Uma mulher feliz é um ato revolucionário – a frase da feminista Juliana Borges se transfigurou em obra de arte em neon, idealizada artista Mônica Ventura, chamando atenção de todos os que passaram pela última edição da Art Rio. Trata-se de uma afirmação constrangidamente verdadeira, pois até hoje as mulheres negras sofrem violentos resquícios da estrutura escravocrata brasileira. Agora imagina em 1960! Carolina Maria de Jesus lançou o seu mais conhecido livro, Quarto de despejo, naquele ano e sofreu silenciamentos de uma sociedade racista e patriarcal que até hoje.
Para fazer uma homenagem a autora que quebrou muitos paradigmas em sua época ao publicar ainda em vida, sendo uma mulher negra no Brasil, best sellers como Casa de alvenaria (1961), Pedaços da fome, cujo título original era A felizarda (1963), e Provérbios (1963), o IMS organizou, em parceria com a Bienal de São Paulo, a exposição Carolina Maria de Jesus: um Brasil para os brasileiros.
O título da mostra, curada por Hélio Menezes, Raquel Barreto e Luciara Ribeiro, é uma espécie de homenagem e reparação. Ele remete a dois cadernos que Carolina escreveu em 1975. Após o falecimento de Carolina, os cadernos foram editados na França e publicados em livro, em 1982, com o título Journal de Bitita. Em 1986, a obra foi traduzida diretamente do francês e lançada em português como Diário de Bitita.
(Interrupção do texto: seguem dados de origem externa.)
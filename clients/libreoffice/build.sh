#!/usr/bin/env bash
# Builds the steamcell LibreOffice Calc extension.
# Usage: bash clients/libreoffice/build.sh OUT_DIR      -> OUT_DIR/steamcell.oxt
#
# The type library (XFunctions.rdb) is built from src/XFunctions.idl with unoidl-write, which
# Debian ships in libreoffice-dev (with the office's own types.rdb from libreoffice-core): run as
# root on Debian, the script installs them when missing. Elsewhere set UNOIDL_WRITE and
# LO_PROGRAM (the folder holding types.rdb). The generated files must match
# clients/functions.json (python3 clients/generate.py --check) or the build stops.
set -euo pipefail
HERE="$(cd "$(dirname "$0")" && pwd)"
OUT="${1:?usage: bash clients/libreoffice/build.sh OUT_DIR}"
mkdir -p "$OUT"
OUT="$(cd "$OUT" && pwd)"

find_unoidl_write() {
  if [ -n "${UNOIDL_WRITE:-}" ]; then echo "$UNOIDL_WRITE"; return; fi
  if command -v unoidl-write >/dev/null 2>&1; then command -v unoidl-write; return; fi
  for c in /usr/lib/libreoffice/sdk/bin/unoidl-write /opt/libreoffice*/sdk/bin/unoidl-write; do
    if [ -x "$c" ]; then echo "$c"; return; fi
  done
}
LO_PROGRAM="${LO_PROGRAM:-/usr/lib/libreoffice/program}"
UW="$(find_unoidl_write || true)"
if [ -z "$UW" ] || [ ! -f "$LO_PROGRAM/types.rdb" ]; then
  if [ "$(id -u)" = 0 ] && command -v apt-get >/dev/null 2>&1; then
    echo "installing libreoffice-dev (unoidl-write) ..."
    export DEBIAN_FRONTEND=noninteractive
    apt-get update -q
    apt-get install -y -q --no-install-recommends libreoffice-dev
    UW="$(find_unoidl_write || true)"
  fi
fi
if [ -z "$UW" ] || [ ! -f "$LO_PROGRAM/types.rdb" ]; then
  echo "build.sh: unoidl-write or $LO_PROGRAM/types.rdb not found: install the LibreOffice SDK" \
       "(Debian: apt-get install libreoffice-dev) or set UNOIDL_WRITE and LO_PROGRAM" >&2
  exit 1
fi

python3 "$HERE/../generate.py" --check

STAGE="$(mktemp -d)"
trap 'rm -rf "$STAGE"' EXIT
cp -R "$HERE/src/." "$STAGE/"
find "$STAGE" -name __pycache__ -prune -exec rm -rf {} +
"$UW" "$LO_PROGRAM/types.rdb" "$STAGE/XFunctions.idl" "$STAGE/XFunctions.rdb"
rm "$STAGE/XFunctions.idl"

# A zip with fixed dates and order, so the same sources give the same file.
python3 - "$STAGE" "$OUT/steamcell.oxt" <<'PY'
import os, sys, zipfile
stage, out = sys.argv[1], sys.argv[2]
files = []
for root, _dirs, names in os.walk(stage):
    for n in names:
        full = os.path.join(root, n)
        files.append(os.path.relpath(full, stage).replace(os.sep, "/"))
files.sort(key=lambda p: (p != "META-INF/manifest.xml", p))
with zipfile.ZipFile(out + ".tmp", "w", zipfile.ZIP_DEFLATED) as z:
    for rel in files:
        info = zipfile.ZipInfo(rel, date_time=(2024, 1, 1, 0, 0, 0))
        info.compress_type = zipfile.ZIP_DEFLATED
        info.external_attr = 0o644 << 16
        with open(os.path.join(stage, rel), "rb") as f:
            z.writestr(info, f.read())
os.replace(out + ".tmp", out)
print("wrote", out, f"({len(files)} files)")
PY
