def site_value(ref, changes, quantity):
    net = json.loads(SITE_FILE.read_text(encoding="utf-8"))
    params = {}
    for path, value in changes.items():
        if path == "unit":  # the unit of the answer: a units key of its field name
            params["units"] = {quantity.split(".")[-1]: value}
            continue
        at = net
        parts = path.split(".")
        for p in parts[:-1]:
            at = at[p]
        at[parts[-1]] = value
    res = ref.call("balance.solve", dict(params, network=net))
    return pick(res, quantity if "." in quantity else "totals." + quantity)


# --------------------------------------------------------------------------- LibreOffice


def install(oxt: Path, profile: Path) -> bool:
    """`unopkg add` into a throwaway profile; as root, as the user nobody (see the module doc)."""
    profile.mkdir(parents=True, exist_ok=True)
    env = {"PATH": CLEAN_PATH, "HOME": str(profile), "LANG": "C.UTF-8"}
    cmd = [UNOPKG, "add", f"-env:UserInstallation={profile.as_uri()}", str(oxt)]
    if os.geteuid() == 0:
        subprocess.run(["chown", "-R", "nobody:nogroup", str(profile)], check=True)
        cmd = ["setpriv", "--reuid=nobody", "--regid=nogroup", "--clear-groups"] + cmd
    r = subprocess.run(cmd, env=env, capture_output=True, text=True, timeout=180)
    return check(f"unopkg add steamcell.oxt into {profile.name}", r.returncode == 0, r.stdout + r.stderr)


def prop(name, value):
    import uno  # noqa: F401
    from com.sun.star.beans import PropertyValue
    p = PropertyValue()
    p.Name, p.Value = name, value
    return p
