fn build(network: &Network) -> Result<Net<'_>> {
    if network.units.is_empty() {
        return Err(Error::invalid("the network has no units"));
    }
    if network.streams.is_empty() {
        return Err(Error::invalid("the network has no streams"));
    }
    let un: Vec<&str> = network.units.keys().map(String::as_str).collect();
    let units: Vec<&Unit> = network.units.values().collect();
    let sn: Vec<&str> = network.streams.keys().map(String::as_str).collect();
    let streams: Vec<&StreamSpec> = network.streams.values().collect();
    let idx = |name: &str, s: &str, end: &str| -> Result<usize> {
        un.iter().position(|u| *u == name).ok_or_else(|| {
            Error::invalid(format!(
                "stream {s}: `{end}` = '{name}' is not a unit of the network"
            ))
        })
    };
    let mut from = Vec::new();
    let mut to = Vec::new();
    let mut ins = vec![Vec::new(); un.len()];
    let mut outs = vec![Vec::new(); un.len()];
    let mut fixed = Vec::new();
    for (i, s) in streams.iter().enumerate() {
        let f = idx(&s.from, sn[i], "from")?;
        let t = idx(&s.to, sn[i], "to")?;
        if f == t {
            return Err(Error::invalid(format!(
                "stream {}: it leaves and enters the same unit {}",
                sn[i], s.from
            )));
        }
        from.push(f);
        to.push(t);
        outs[f].push(i);
        ins[t].push(i);
        let mut fx = Vec::new();
        if let Some(v) = s.t {
            fx.push(FixedState::T(v));
        }
        if let Some(v) = s.h {
            fx.push(FixedState::H(v));
        }
        if let Some(v) = s.x {
            fx.push(FixedState::X(v));
        }
        if fx.len() > 1 {
            return Err(Error::invalid(format!(
                "over-specified: stream {}: give at most one of T, h, x (with p) — it has {}",
                sn[i],
                fx.len()
            )));
        }
        for (q, v) in [
            ("flow", s.flow),
            ("p", s.p),
            ("T", s.t),
            ("h", s.h),
            ("x", s.x),
        ] {
            if let Some(v) = v {
                Error::check_finite(&format!("streams.{}.{q}", sn[i]), v)?;
            }
        }
        fixed.push(fx.first().copied());
    }
    let mut ports = Vec::new();
    for (u, unit) in units.iter().enumerate() {
        let k = unit.kind();
        let n = un[u];
        let (i, o) = (&ins[u], &outs[u]);
        let port = match unit {
            Unit::Boiler { blowdown, .. } => {
                count(n, k, "inlet (feedwater)", i, 1, 1)?;
                count(n, k, "outlet", o, 1, 2)?;
                let bd = if o.len() == 2 {
                    Some(find_port(n, k, "blowdown", blowdown, o, &sn)?)
                } else {
                    if blowdown.is_some() {
                        find_port(n, k, "blowdown", blowdown, o, &sn)?;
                        return Err(Error::invalid(format!(
                            "boiler {n}: its only outlet cannot be both steam and blowdown"
                        )));
                    }
                    None
                };
                let steam = o.iter().copied().find(|&s| Some(s) != bd).unwrap_or(o[0]);
                Ports::Boiler {
                    fw: i[0],
                    steam,
                    bd,
                }
            }
            Unit::Turbine { .. } => {
                count(n, k, "inlet", i, 1, 1)?;
                count(n, k, "outlet", o, 1, usize::MAX)?;
                Ports::Turbine {
                    inlet: i[0],
                    order: o.clone(),
                }
            }
            Unit::Valve { .. } | Unit::Pump { .. } => {
                count(n, k, "inlet", i, 1, 1)?;
                count(n, k, "outlet", o, 1, 1)?;
                Ports::One {
                    inlet: i[0],
                    out: o[0],
                }
            }
            Unit::Desuperheater { water, .. } => {
                count(n, k, "inlet", i, 2, 2)?;
                count(n, k, "outlet", o, 1, 1)?;
                let w = find_port(n, k, "water", water, i, &sn)?;
                Ports::Desup {
                    steam: if i[0] == w { i[1] } else { i[0] },
                    water: w,
                    out: o[0],
                }
            }
            Unit::Header { .. } => {
                count(n, k, "inlet", i, 1, usize::MAX)?;
                count(n, k, "outlet", o, 1, usize::MAX)?;
                Ports::Header
            }
            Unit::Deaerator { steam, vent, .. } => {
                count(n, k, "inlet", i, 2, usize::MAX)?;
                count(n, k, "outlet", o, 1, 2)?;
                let st = find_port(n, k, "steam", steam, i, &sn)?;
                let v = if o.len() == 2 {
                    Some(find_port(n, k, "vent", vent, o, &sn)?)
                } else {
                    if vent.is_some() {
                        find_port(n, k, "vent", vent, o, &sn)?;
                        return Err(Error::invalid(format!(
                            "deaerator {n}: its only outlet cannot be the vent"
                        )));
                    }
                    None
                };
                let out = o.iter().copied().find(|&s| Some(s) != v).unwrap_or(o[0]);
                Ports::Deaerator {
                    steam: st,
                    out,
                    vent: v,
                }
            }
            Unit::Flash { vapour, .. } => {
                count(n, k, "inlet", i, 1, usize::MAX)?;
                count(n, k, "outlet", o, 2, 2)?;
                let v = find_port(n, k, "vapour", vapour, o, &sn)?;
                Ports::Flash {
                    vapour: v,
                    liquid: if o[0] == v { o[1] } else { o[0] },
                }
            }
            Unit::Condenser { .. } => {
                count(n, k, "inlet", i, 1, usize::MAX)?;
                count(n, k, "outlet", o, 1, 1)?;
                Ports::Condenser { out: o[0] }
            }
            Unit::Exchanger { hot_in, hot_out } => {
                count(n, k, "inlet", i, 2, 2)?;
                count(n, k, "outlet", o, 2, 2)?;
                let hi = find_port(n, k, "hot_in", hot_in, i, &sn)?;
                let ho = find_port(n, k, "hot_out", hot_out, o, &sn)?;
                Ports::Exchanger {
                    hi,
                    ho,
                    ci: if i[0] == hi { i[1] } else { i[0] },
                    co: if o[0] == ho { o[1] } else { o[0] },
                }
            }
            Unit::User { .. } => {
                count(n, k, "inlet (steam)", i, 1, 1)?;
                count(n, k, "outlet (condensate return)", o, 0, 1)?;
                Ports::User {
                    inlet: i[0],
                    ret: o.first().copied(),
                }
            }
            Unit::Vent => {
                count(n, k, "inlet", i, 1, usize::MAX)?;
                count(n, k, "outlet", o, 0, 0)?;
                Ports::Vent
            }
            Unit::Makeup { .. } => {
                count(n, k, "inlet", i, 0, 0)?;
                count(n, k, "outlet", o, 1, usize::MAX)?;
                Ports::Makeup
            }
        };
        ports.push(port);
    }
    let ns = sn.len();
    let nu = un.len();
    Ok(Net {
        un,
        units,
        ins,
        outs,
        ports,
        sn,
        streams,
        from,
        to,
        fixed,
        p: vec![f64::NAN; ns],
        p_source: vec![Source::Missing; ns],
        flash_x: vec![0.0; nu],
    })
}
Os manuscritos são o fio condutor da mostra, sendo exibidos logo na entrada. Na exposição, os textos de Carolina e sua própria letra aparecem em diversos formatos, como em projeções na parede e lambes-lambes. A equipe curatorial consultou e usou os textos originais com o objetivo de mostrar ao público a voz e a escrita de Carolina, tendo em vista que os livros da autora publicados até recentemente passaram por polêmicas, modificações e alterações.
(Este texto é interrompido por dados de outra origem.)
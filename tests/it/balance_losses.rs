//! Leaks, steam traps and lines as units of a site balance (`balance.solve`): their flows and
//! heat losses are those of `orifice.flow` and `pipe.flow` for the solved states, every balance
//! closes with them, their yearly cost is in the site totals, a sweep shows what fixing one
//! saves, and bad input is refused with the field named.
//!
//! Sources: the flows through holes and along lines are checked against the project's own
//! `orifice.flow` and `pipe.flow` (each tested against its published sources in
//! tests/it/distribution.rs); the costing is checked by hand calculation (marked); the
//! balances are the first law and conservation of mass. The network is our invented example
//! examples/site/site_with_losses.json.

use serde_json::{json, Value};
use steamcell::api::balance::NetworkIn;
use steamcell::api::vocab::Ctx;
use steamcell::api::{self};
use steamcell::plant::balance::{self as b, Network, Solution};
use steamcell::plant::correlations::FrictionModel;
use steamcell::plant::orifice::{orifice_flow, Approach, Flashing, OrificeSpec};
use steamcell::plant::pipe::{self, Layer, LineSpec, Surroundings, Wall};
use steamcell::plant::pt;
use steamcell::plant::warnings::Code;

const LOSSES: &str = include_str!("../../examples/site/site_with_losses.json");

fn site() -> Value {
    serde_json::from_str(LOSSES).unwrap()
}

fn network(v: &Value) -> Network {
    let n: NetworkIn = serde_json::from_value(v.clone()).expect("network JSON");
    n.to_network(&Ctx::new(None, None).unwrap())
        .expect("network")
}

fn rel(a: f64, b: f64) -> f64 {
    (a - b).abs() / a.abs().max(b.abs()).max(1e-300)
}

/// Every unit's mass and energy balance recomputed from the stream results, with the heat,
/// work and losses crossing its boundary, and the site's (first law, conservation of mass).
fn check_closure(sol: &Solution, net: &Network) {
    let scale_e = sol
        .streams
        .values()
        .map(|r| (r.flow * r.state.props.h).abs())
        .fold(0.0, f64::max);
    for (name, unit) in &net.units {
        let r = &sol.units[name];
        let (mut mi, mut ei, mut mo, mut eo) = (0.0, 0.0, 0.0, 0.0);
        for (sn, s) in &net.streams {
            let x = &sol.streams[sn];
            if &s.to == name {
                mi += x.flow;
                ei += x.flow * x.state.props.h;
            }
            if &s.from == name {
                mo += x.flow;
                eo += x.flow * x.state.props.h;
            }
        }
        let q_in = r.fuel_heat_input.unwrap_or(0.0)
            + if r.kind == "pump" {
                r.power.unwrap()
            } else {
                0.0
            };
        let q_out = match r.kind {
            "boiler" => r.fuel_heat_input.unwrap() - r.duty.unwrap(),
            "turbine" => r.power.unwrap(),
            "condenser" | "user" | "line" => r.duty.unwrap(),
            _ => 0.0,
        } + r.energy_lost;
        if matches!(unit, b::Unit::Makeup { .. } | b::Unit::Vent) {
            continue;
        }
        assert!(
            (mi - mo - r.mass_lost).abs() <= 1e-9 * mi.abs().max(1e-6),
            "{name}: mass {mi} in, {mo} + {} out",
            r.mass_lost
        );
        assert!(
            (ei + q_in - eo - q_out).abs() <= 1e-9 * (ei + q_in).abs().max(1e-6 * scale_e),
            "{name}: energy {} in, {} out",
            ei + q_in,
            eo + q_out
        );
    }
    let t = &sol.totals;
    let e_in = t.fuel_heat_input + t.makeup_energy + t.pump_power;
    let e_out = t.turbine_power
        + t.process_heat
        + t.condenser_duty
        + t.boiler_losses
        + t.vented_energy
        + t.water_lost_energy
        + t.loss_discharged_energy
        + t.line_heat_loss;
    assert!(
        rel(e_in, e_out) < 1e-9,
        "site energy {e_in} in, {e_out} out"
    );
    let m_out = t.vented + t.condensate_lost + t.blowdown_lost + t.loss_discharged;
    assert!(
        rel(t.makeup_water, m_out) < 1e-9,
        "site mass {} in, {m_out} out",
        t.makeup_water
    );
    assert!(sol.residual < b::TOLERANCE, "residual {}", sol.residual);
}

fn solved() -> (Network, Solution) {
    let net = network(&site());
    let sol = b::solve(&net).expect("the example with losses solves");
    (net, sol)
}

#[test]
fn the_example_with_losses_closes_every_balance() {
    let (net, sol) = solved();
    check_closure(&sol, &net);
    for (n, s) in &sol.streams {
        assert!(s.flow >= 0.0, "{n}: {}", s.flow);
    }
    let t = &sol.totals;
    assert!(t.leak_flow > 0.0 && t.trap_steam > 0.0 && t.line_heat_loss > 0.0);
    assert_eq!(t.steam_lost, t.leak_flow + t.trap_steam);
    // what the two leaks to atmosphere discharge leaves the site
    let leaks = sol.streams["hp_leak"].flow + sol.streams["mp_leak"].flow;
    assert!(rel(t.loss_discharged, leaks) < 1e-15);
    // the losses' energy-flow links end at the losses boundary
    for u in [
        "HP_flange_leak",
        "MP_gland_leak",
        "LP_main",
        "LP_bare_valve",
    ] {
        assert!(
            sol.links
                .iter()
                .any(|l| l.source == u && l.target == "losses" && l.energy > 0.0),
            "{u}"
        );
    }
}

/// The spec of `orifice.flow` for a leak of the example: a sharp-edged hole (cd 0.61) to the
/// ambient pressure, from the stagnation state.
fn hole(d: f64, downstream_p: f64) -> OrificeSpec {
    OrificeSpec {
        diameter: d,
        cd: 0.61,
        downstream_p,
        flashing: Flashing::Equilibrium,
        approach: Approach::Stagnation,
    }
}

#[test]
fn a_leak_flows_exactly_as_orifice_flow_from_the_header_state() {
    let (_, sol) = solved();
    for (leak, stream, d) in [
        ("HP_flange_leak", "hp_leak", 0.003),
        ("MP_gland_leak", "mp_leak", 0.002),
    ] {
        let s = &sol.streams[stream];
        let want = orifice_flow(&s.state, &hole(d, 0.101325)).unwrap();
        assert_eq!(s.flow, want.mass_flow, "{leak}: the stream's flow");
        let loss = sol.units[leak].loss.unwrap();
        assert_eq!(loss.steam, want.mass_flow, "{leak}: its loss");
        assert_eq!(loss.choked, Some(want.choked));
        assert!(want.choked, "steam at 15 and 60 bar to atmosphere chokes");
    }
    // the same through the API's orifice.flow, from the header state as p and h: the state is
    // solved again from (p, h), so to 1e-9
    let s = &sol.streams["hp_leak"].state;
    let r = api::call(
        "orifice.flow",
        json!({ "inlet": { "p": s.props.p, "h": s.props.h }, "diameter": "3 mm" }),
    )
    .unwrap();
    let api_flow = r["mass_flow"].as_f64().unwrap();
    assert!(
        rel(api_flow, sol.streams["hp_leak"].flow) < 1e-9,
        "{api_flow}"
    );
}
Ao longo da mostra, é possível encontrar fotografias pouco conhecidas da artista, em que ela aparece sorrindo, usando roupas elegantes, como sobretudos e colares de pérolas, com o cabelo à mostra, de forma altiva. Ao reunir essas fotografias, a exposição procura apresentar uma nova visualidade da autora, em contraponto às imagens mais difundidas, que a retratam quase sempre de modo perfilado, com uma expressão por vezes séria e cabisbaixa e os cabelos cobertos por um lenço, que acabou se tornando um símbolo associado à escritora. A ideia, é portanto mostrar uma versão revolucionária de Carolina…feliz!
A mostra, que também contou com o trabalho de pesquisa da crítica literária e doutora em letras Fernanda Miranda, tem caráter interdisciplinar e conta, ainda, com trabalhos de 60 artistas, parte comissionados, que dialogam com os temas investigados por Carolina: as contradições, a política e a desigualdade do Brasil de seu período. A exposição evidencia, ainda, a importância histórica da autora para pautas como o antirracismo, as lutas pelo letramento e pela moradia.
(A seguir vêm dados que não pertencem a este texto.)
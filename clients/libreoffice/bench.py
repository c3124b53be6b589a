#!/usr/bin/python3
"""Speed of the steamcell Calc extension in headless LibreOffice (a bench script: it prints
figures, it never fails on time).

    STEAMCELL_BIN=target/release/steamcell timeout 600 /usr/bin/python3 clients/libreoffice/bench.py

1. A sheet of 1,000 SC.PROP cells, four input pairs in turn ((p,T), (p,h), (p,s), (T,x)),
   recalculated with calculateAll(): the first time (engine start included), again with every
   input changed (1,000 new states, engine running), and once more unchanged (answers kept by
   the add-in). Target: at most 2 s.
2. SC.COLUMN on 100,000 rows of (p,T): one array formula, one engine call. Target: at most 1 s.

Builds and installs the extension like the end-to-end test (test_extension.py), whose helpers
it uses.
"""

import os
import shutil
import subprocess
import sys
import tempfile
import time
from pathlib import Path

HERE = Path(__file__).resolve().parent
sys.path.insert(0, str(HERE))

import test_extension as t  # noqa: E402


def inputs(n: int, shift: float):
    rows = []
    for i in range(n):
        k = i % 4
        if k == 0:
            rows.append(("h", "p", 1 + (i % 37) * 0.25 + shift, "T", 200 + (i % 61) * 5 + 0.5))
        elif k == 1:
            rows.append(("T", "p", 0.5 + (i % 23) * 0.2 + shift, "h", 1000 + (i % 97) * 20))
        elif k == 2:
            rows.append(("v", "p", 0.2 + (i % 29) * 0.3 + shift, "s", 2 + (i % 41) * 0.12))
        else:
            rows.append(("s", "T", 50 + (i % 31) * 8 + shift, "x", (i % 11) / 10))
    return rows


def timed(doc) -> float:
    started = time.perf_counter()
    doc.calculateAll()
    return time.perf_counter() - started


def main() -> int:
    tmp = Path(tempfile.mkdtemp(prefix="steamcell-bench-"))
    os.chmod(tmp, 0o755)
    office = None
    try:
        subprocess.run(["bash", str(HERE / "build.sh"), str(tmp / "oxt")], check=True, capture_output=True)
        os.chmod(tmp / "oxt", 0o755)
        oxt = tmp / "oxt" / "steamcell.oxt"
        os.chmod(oxt, 0o644)
        if not t.install(oxt, tmp / "profile"):
            return 1
        office = t.Office(tmp / "profile", {"STEAMCELL_BIN": t.BIN})
        print(f"engine: {t.BIN}")

        doc = office.new_sheet_doc()
        sheet = doc.Sheets.getByIndex(0)
        doc.enableAutomaticCalculation(False)
        n = 1000
        rows = inputs(n, 0.0)
        sheet.getCellRangeByName(f"B1:F{n}").setDataArray(tuple(tuple(r) for r in rows))
        sheet.getCellRangeByName(f"A1:A{n}").setFormulaArray(
            tuple((f"=SC.PROP(B{i};C{i};D{i};E{i};F{i})",) for i in range(1, n + 1)))
        first = timed(doc)
        sheet.getCellRangeByName(f"B1:F{n}").setDataArray(tuple(tuple(r) for r in inputs(n, 0.01)))
        changed = timed(doc)
        same = timed(doc)
        errors = sum(1 for i in range(1, n + 1) if sheet.getCellRangeByName(f"A{i}").getError())
        print(f"1,000 SC.PROP cells (mixed pairs): first recalculation {first:.2f} s (engine start "
              f"included), all inputs changed {changed:.2f} s, unchanged {same:.3f} s; "
              f"{errors} error cells (target: at most 2 s)")
        doc.close(True)

        doc = office.new_sheet_doc()
        sheet = doc.Sheets.getByIndex(0)
        doc.enableAutomaticCalculation(False)
        m = 100_000
        sheet.getCellRangeByName(f"B1:C{m}").setDataArray(
            tuple((1 + (i % 100) * 0.05, 300 + (i % 300)) for i in range(m)))
        sheet.getCellRangeByName(f"A1:A{m}").setArrayFormula(f'=SC.COLUMN("h";"p";B1:B{m};"T";C1:C{m})')
        cold = timed(doc)
        sheet.getCellRangeByName(f"C1:C{m}").setDataArray(tuple((301 + (i % 300),) for i in range(m)))
        warm = timed(doc)
        bad = sum(1 for v in sheet.getCellRangeByName(f"A1:A{m}").getDataArray() if not isinstance(v[0], float))
        print(f"SC.COLUMN on 100,000 rows: {cold:.2f} s the first time, {warm:.2f} s with new inputs "
              f"(target: at most 1 s); {bad} cells without a number")
        doc.close(True)
    finally:
        if office is not None:
            office.terminate()
        shutil.rmtree(tmp, ignore_errors=True)
    return 0


if __name__ == "__main__":
    sys.exit(main())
Um dos maiores destaques, além da obra de Mônica Ventura, é o novo retrato da artista pintado por Antonio Obá. O visitante poderá conferir, ainda, obras de outros artistas contemporâneos à autora como Heitor dos Prazeres e Maria Auxiliadora, além de nomes contemporâneos como Ayrson Heráclito, Dalton Paula, Eustáquio Neves, Paulo Nazareth, Rosana Paulino, Silvana Mendes, Sonia Gomes e o coletivo Encruzilhada.